Multiple Sclerosis

How to Treat an MS Flare-Up


You can go years without a relapse; here’s what to do when you experience one

If you have relapsing-remitting multiple sclerosis (MS), you can go long stretches—even years—without experiencing a change in your symptoms. Then, boom: Something happens.
First, determine if what you’re feeling is actually a relapse:
You develop a new symptom. For example, you’ve never had vision problems, and now you can’t see clearly out of one of your eyes.
Symptoms last for 24 hours or longer. A relapse means a change in your brain, called a lesion. If what you’re experiencing lasts less than 24 hours, it’s not a relapse.
A problem you’ve been having all along gets worse. You’ve had numbness in your left leg, but now you can’t feel anything below your knee.
Symptoms level off after a while.
Flare-ups can last for days, months or a year. You’ll usually improve, but it could be slow going. And you might not recover completely.
You can’t prevent MS relapses, but you can take steps to treat them:
Take your medication as directed.
Track your symptoms.
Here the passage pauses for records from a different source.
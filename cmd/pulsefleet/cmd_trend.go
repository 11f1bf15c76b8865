package main

import (
	"context"
	"encoding/csv"
	"fmt"
	"github.com/pulsefleet/pulsefleet/internal/participants"
	"io"
	"math"
	"sort"
	"strconv"
	"strings"
	"time"

	"google.golang.org/grpc/codes"
	"google.golang.org/grpc/status"

	pb "github.com/pulsefleet/pulsefleet/proto/pulsefleet/v1"
)

func init() {
	register(command{
		name: "trend",
		summary: "Print a device's trend from one or more running gateways as CSV (merged across shards).\n\n" +
			"Raw points come in the replay/tune trend format (t_s,device,spo2_pct,pulse_bpm,pi_pct,sqi), so the\n" +
			"output can be replayed; with --step, one row per step with min/mean/max. After a fleet is resharded a\n" +
			"device's history may sit on several gateways: every gateway given is asked and the answers merged.\n" +
			"A gateway that cannot be read leaves the others' points written, marked: \"# incomplete:\" comment\n" +
			"lines after the caution (readers skip them) and INCOMPLETE on stderr name it and what the reachable\n" +
			"gateways' ledgers show missing; the command exits 3.",
		run: runTrend,
	})
}

func runTrend(ctx context.Context, args []string, s stdio) error {
	var cf clientFlags
	fs := newFlagSet("trend", "--gateway ADDR[,ADDR...] (--device ID | --participant PID) [--from T] [--to T] [--step DUR]", s.err)
	cf.register(fs)
	device := fs.String("device", "", "device id (this or --participant)")
	pid := fs.String("participant", "", "participant id: their devices' trend inside their enrolments, stitched, with a participant column")
	fromArg := fs.String("from", "24h", "start: RFC 3339, Unix seconds, or a duration before now (24h)")
	toArg := fs.String("to", "", "end: RFC 3339 or Unix seconds (default now)")
	step := fs.Duration("step", 0, "downsampling step (0 = every point)")
	if err := parseFlags(fs, args); err != nil {
		return err
	}
	if (*device == "") == (*pid == "") {
		return usagef("--device, --participant: give exactly one")
	}
	if *pid != "" {
		if err := participants.CheckID("--participant", *pid); err != nil {
			return usagef("%v", err)
		}
	}
	now := time.Now()
	from, err := parseTrendTime("--from", *fromArg, now)
	if err != nil {
		return err
	}
	to := now
	if *toArg != "" {
		if to, err = parseTrendTime("--to", *toArg, now); err != nil {
			return err
		}
	}
	if !to.After(from) {
		return usagef("--to %s is not after --from %s", to.Format(time.RFC3339), from.Format(time.RFC3339))
	}
	if *step < 0 || (*step > 0 && *step < time.Second) {
		return usagef("--step %v, want 0 or at least 1s", *step)
	}
	addrs, err := cf.addrs()
	if err != nil {
		return err
	}
	if *pid != "" {
		return participantTrend(ctx, &cf, addrs, *pid, from, to, *step, s)
	}
	req := &pb.QueryTrendRequest{DeviceId: *device, FromUnixMs: from.UnixMilli(), ToUnixMs: to.UnixMilli(), StepMs: step.Milliseconds()}
	points, buckets, failed, err := queryTrend(ctx, &cf, addrs, req, s)
	if err != nil {
		return err
	}
	reachable := reachableOf(addrs, failed)
	if len(points) == 0 && len(buckets) == 0 {
		// An empty answer is either a known device without data in the
		// range or a device no gateway knows: say which, and fail for the
		// second.
		if err := anyGatewayKnows(ctx, &cf, reachable, *device); err != nil {
			return err
		}
	}
	// A gateway that could not be read: the others' points, marked.
	gaps := findGaps(ctx, &cf, reachable, failed, []string{*device})
	notes := gaps.notes("trend points", 1000)
	if *step > 0 {
		err = writeBuckets(s.out, *device, "", mergeBuckets(buckets), true, notes...)
	} else {
		err = writeTrendPoints(s.out, *device, "", mergePoints(points), true, notes...)
	}
	if err != nil {
		return err
	}
	printGaps(s.err, "trend", gaps, "trend points")
	return incomplete("trend points", len(addrs), failed)
}

// queryTrend asks every gateway for req and returns the answers unmerged;
// a gateway that cannot be read is returned in failed (the others' answers
// are kept).
func queryTrend(ctx context.Context, cf *clientFlags, addrs []string, req *pb.QueryTrendRequest, s stdio) ([]*pb.TrendPoint, []*pb.TrendBucket, []gatewayError, error) {
	var points []*pb.TrendPoint
	var buckets []*pb.TrendBucket
	var failed []gatewayError
	for _, a := range addrs {
		conn, err := cf.dial(a)
		if err != nil {
			return nil, nil, nil, err
		}
		cctx, cancel := context.WithTimeout(cf.ctx(ctx), time.Minute)
		resp, err := pb.NewFleetServiceClient(conn).QueryTrend(cctx, req)
		cancel()
		conn.Close()
		if err != nil {
			failed = append(failed, gatewayError{a, err})
			continue
		}
		if resp.GetTruncated() {
			fmt.Fprintf(s.err, "pulsefleet trend: gateway %s cut its answer at its point limit; use --step or a shorter range\n", a)
		}
		points = append(points, resp.GetPoints()...)
		buckets = append(buckets, resp.GetBuckets()...)
	}
	if len(failed) == len(addrs) {
		return nil, nil, nil, gatewayFailures("trend points", len(addrs), failed)
	}
	return points, buckets, failed, nil
}

// participantTrend writes pid's history: each enrolled device's trend
// inside its enrolment, with a participant column, in time order (then by
// device): a participant wearing two devices at once (a prototype and a
// reference oximeter) gets their rows interleaved by time.
func participantTrend(ctx context.Context, cf *clientFlags, addrs []string, pid string, from, to time.Time, step time.Duration, s stdio) error {
	ivs, err := remoteEnrolments(ctx, cf, addrs)
	if err != nil {
		return err
	}
	segs := participants.Stitch(ivs, pid, from.UnixMilli(), to.UnixMilli())
	if len(segs) == 0 {
		return fmt.Errorf("NotFound: participant %s has no enrolment between %s and %s on %s", pid,
			from.UTC().Format(time.RFC3339), to.UTC().Format(time.RFC3339), strings.Join(addrs, ", "))
	}
	failedAt := map[string]gatewayError{}
	var (
		points  []deviceRow[*pb.TrendPoint]
		buckets []deviceRow[*pb.TrendBucket]
	)
	for _, sg := range segs {
		req := &pb.QueryTrendRequest{DeviceId: sg.Device, FromUnixMs: sg.FromMS, ToUnixMs: sg.ToMS, StepMs: step.Milliseconds()}
		ps, bs, failed, err := queryTrend(ctx, cf, addrs, req, s)
		if err != nil {
			return err
		}
		for _, f := range failed {
			failedAt[f.Addr] = f
		}
		for _, b := range mergeBuckets(bs) {
			buckets = append(buckets, deviceRow[*pb.TrendBucket]{sg.Device, b.GetStartUnixMs(), b})
		}
		for _, p := range mergePoints(ps) {
			points = append(points, deviceRow[*pb.TrendPoint]{sg.Device, p.GetTimeUnixMs(), p})
		}
	}
	if step > 0 {
		err = writeByTime(buckets, func(device string, run []*pb.TrendBucket, head bool) error {
			return writeBuckets(s.out, device, pid, run, head)
		})
	} else {
		err = writeByTime(points, func(device string, run []*pb.TrendPoint, head bool) error {
			return writeTrendPoints(s.out, device, pid, run, head)
		})
	}
	if err != nil {
		return err
	}
	var failed []gatewayError
	for _, a := range addrs {
		if f, ok := failedAt[a]; ok {
			failed = append(failed, f)
		}
	}
	for _, f := range failed {
		fmt.Fprintf(s.err, "pulsefleet trend: INCOMPLETE: gateway %s could not be read (%s): the trend points it holds are missing here\n", f.Addr, safeText(errorText(f.Err)))
	}
	return incomplete("trend points", len(addrs), failed)
}

// deviceRow is one device's trend row (a point or a step) at a time.
type deviceRow[T any] struct {
	device string
	ms     int64
	v      T
}

// writeByTime orders rows by time, then device, and writes them as runs of
// one device each; the first call (head true) also writes the head, even
// when there are no rows.
func writeByTime[T any](rows []deviceRow[T], write func(device string, run []T, head bool) error) error {
	sort.SliceStable(rows, func(i, j int) bool {
		if rows[i].ms != rows[j].ms {
			return rows[i].ms < rows[j].ms
		}
		return rows[i].device < rows[j].device
	})
	if len(rows) == 0 {
		return write("", nil, true)
	}
	for i := 0; i < len(rows); {
		j := i
		var run []T
		for ; j < len(rows) && rows[j].device == rows[i].device; j++ {
			run = append(run, rows[j].v)
		}
		if err := write(rows[i].device, run, i == 0); err != nil {
			return err
		}
		i = j
	}
	return nil
}

// anyGatewayKnows returns nil when at least one gateway knows the device,
// and an error saying NotFound when none does.
func anyGatewayKnows(ctx context.Context, cf *clientFlags, addrs []string, device string) error {
	for _, a := range addrs {
		conn, err := cf.dial(a)
		if err != nil {
			return err
		}
		cctx, cancel := context.WithTimeout(cf.ctx(ctx), time.Minute)
		_, err = pb.NewFleetServiceClient(conn).GetDevice(cctx, &pb.GetDeviceRequest{DeviceId: device})
		cancel()
		conn.Close()
		if err == nil {
			return nil
		}
		if status.Code(err) != codes.NotFound {
			return fmt.Errorf("gateway %s: %w", a, err)
		}
	}
	return fmt.Errorf("NotFound: device %q is not known to %s (no trend and no device record)", device, strings.Join(addrs, ", "))
}

func parseTrendTime(flag, v string, now time.Time) (time.Time, error) {
	if t, err := time.Parse(time.RFC3339, v); err == nil {
		return t, nil
	}
	if sec, err := strconv.ParseFloat(v, 64); err == nil {
		return time.UnixMilli(int64(sec * 1000)), nil
	}
	if d, err := time.ParseDuration(v); err == nil && d > 0 {
		return now.Add(-d), nil
	}
	return time.Time{}, usagef("%s %q: want RFC 3339, Unix seconds or a duration such as 24h", flag, v)
}

// mergePoints orders points from several gateways by time, one per time.
func mergePoints(ps []*pb.TrendPoint) []*pb.TrendPoint {
	sort.SliceStable(ps, func(i, j int) bool { return ps[i].GetTimeUnixMs() < ps[j].GetTimeUnixMs() })
	out := ps[:0]
	for _, p := range ps {
		if n := len(out); n > 0 && out[n-1].GetTimeUnixMs() == p.GetTimeUnixMs() {
			continue
		}
		out = append(out, p)
	}
	return out
}

// mergeBuckets combines steps from several gateways that cover the same start.
func mergeBuckets(bs []*pb.TrendBucket) []*pb.TrendBucket {
	sort.SliceStable(bs, func(i, j int) bool { return bs[i].GetStartUnixMs() < bs[j].GetStartUnixMs() })
	var out []*pb.TrendBucket
	for _, b := range bs {
		n := len(out)
		if n == 0 || out[n-1].GetStartUnixMs() != b.GetStartUnixMs() {
			out = append(out, b)
			continue
		}
		a := out[n-1]
		a.Points += b.Points
		a.Spo2Pct, a.PulseBpm, a.PiPct, a.Sqi = mergeStat(a.Spo2Pct, b.Spo2Pct), mergeStat(a.PulseBpm, b.PulseBpm), mergeStat(a.PiPct, b.PiPct), mergeStat(a.Sqi, b.Sqi)
	}
	return out
}

func mergeStat(a, b *pb.Stat) *pb.Stat {
	switch {
	case a.GetCount() == 0:
		return b
	case b.GetCount() == 0:
		return a
	}
	n := a.Count + b.Count
	return &pb.Stat{Count: n, Min: math.Min(a.Min, b.Min), Max: math.Max(a.Max, b.Max),
		Mean: (a.Mean*float64(a.Count) + b.Mean*float64(b.Count)) / float64(n)}
}

func optCell(v *float64, prec int) string {
	if v == nil {
		return ""
	}
	return strconv.FormatFloat(*v, 'f', prec, 64)
}

// writeTrendPoints writes points as trend CSV; with pid, a participant
// column too. head writes the caution line, the notes as "# incomplete:"
// comment lines (a merged answer without a gateway) and the header first.
func writeTrendPoints(w io.Writer, device, pid string, ps []*pb.TrendPoint, head bool, notes ...string) error {
	cw := csv.NewWriter(w)
	if head {
		if err := writeCSVHead(w, notes); err != nil {
			return err
		}
		cw.Write(withParticipant(pid, "t_s", "device", "spo2_pct", "pulse_bpm", "pi_pct", "sqi", "ratio", "flags", "source"))
	}
	for _, p := range ps {
		src := "gateway"
		if p.GetSource() == pb.Source_SOURCE_DEVICE {
			src = "device"
		}
		cw.Write(withParticipant(pid, strconv.FormatFloat(float64(p.GetTimeUnixMs())/1000, 'f', 3, 64), device,
			optCell(p.Spo2Pct, 1), optCell(p.PulseBpm, 1), optCell(p.PiPct, 3), optCell(p.Sqi, 3), optCell(p.Ratio, 4),
			strconv.FormatUint(uint64(p.GetFlags()), 10), src))
	}
	cw.Flush()
	return cw.Error()
}

// withParticipant returns cells, with pid appended when it is not "" (the
// header's cell is "participant").
func withParticipant(pid string, cells ...string) []string {
	if pid == "" {
		return cells
	}
	if cells[0] == "t_s" || cells[0] == "start_s" {
		return append(cells, "participant")
	}
	return append(cells, pid)
}

// writeBuckets writes steps as CSV; pid, head and notes as for writeTrendPoints.
func writeBuckets(w io.Writer, device, pid string, bs []*pb.TrendBucket, head bool, notes ...string) error {
	cw := csv.NewWriter(w)
	if head {
		if err := writeCSVHead(w, notes); err != nil {
			return err
		}
		cw.Write(withParticipant(pid, "start_s", "device", "points", "spo2_min", "spo2_mean", "spo2_max", "pulse_min", "pulse_mean", "pulse_max", "pi_mean", "sqi_mean"))
	}
	stat := func(s *pb.Stat, f float64, prec int) string {
		if s.GetCount() == 0 {
			return ""
		}
		return strconv.FormatFloat(f, 'f', prec, 64)
	}
	for _, b := range bs {
		cw.Write(withParticipant(pid, strconv.FormatFloat(float64(b.GetStartUnixMs())/1000, 'f', 0, 64), device, strconv.FormatUint(uint64(b.GetPoints()), 10),
			stat(b.Spo2Pct, b.Spo2Pct.GetMin(), 1), stat(b.Spo2Pct, b.Spo2Pct.GetMean(), 2), stat(b.Spo2Pct, b.Spo2Pct.GetMax(), 1),
			stat(b.PulseBpm, b.PulseBpm.GetMin(), 1), stat(b.PulseBpm, b.PulseBpm.GetMean(), 2), stat(b.PulseBpm, b.PulseBpm.GetMax(), 1),
			stat(b.PiPct, b.PiPct.GetMean(), 3), stat(b.Sqi, b.Sqi.GetMean(), 3)))
	}
	cw.Flush()
	return cw.Error()
}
Talk to your doctor if you notice breakthrough events; it could mean your medication has stopped working.
Get proper rest. If you’re overworked, stressed or not getting enough sleep, MS symptoms could be more troublesome. Many find that exercise helps to manage symptoms better.
If you smoke, stop. Smokers lose brain tissue faster than nonsmokers, say the experts. Ease up on alcohol, too.
If your coping strategies aren’t working, your neurologist may need to step in. He or she may:
Send you to physical therapy. These exercises will help you recover the use of a leg or hand.
Put you on steroids. If you suddenly aren’t able to walk or see, steroids (usually through an IV or lots of pills for three to five days) will make you feel better fast.
Perform a plasma exchange. This process—where some of the blood is removed from your body, blood cells and plasma are separated, blood cells mixed with a fluid that replaces the plasma and then transfused back into your body—may treat a severe flare-up if high-dose steroids aren’t doing the trick.
Though you should be good to yourself during a flare-up, you should try to go about your daily activities as much as possible. In other words, don’t overdo it, but don’t give up, either.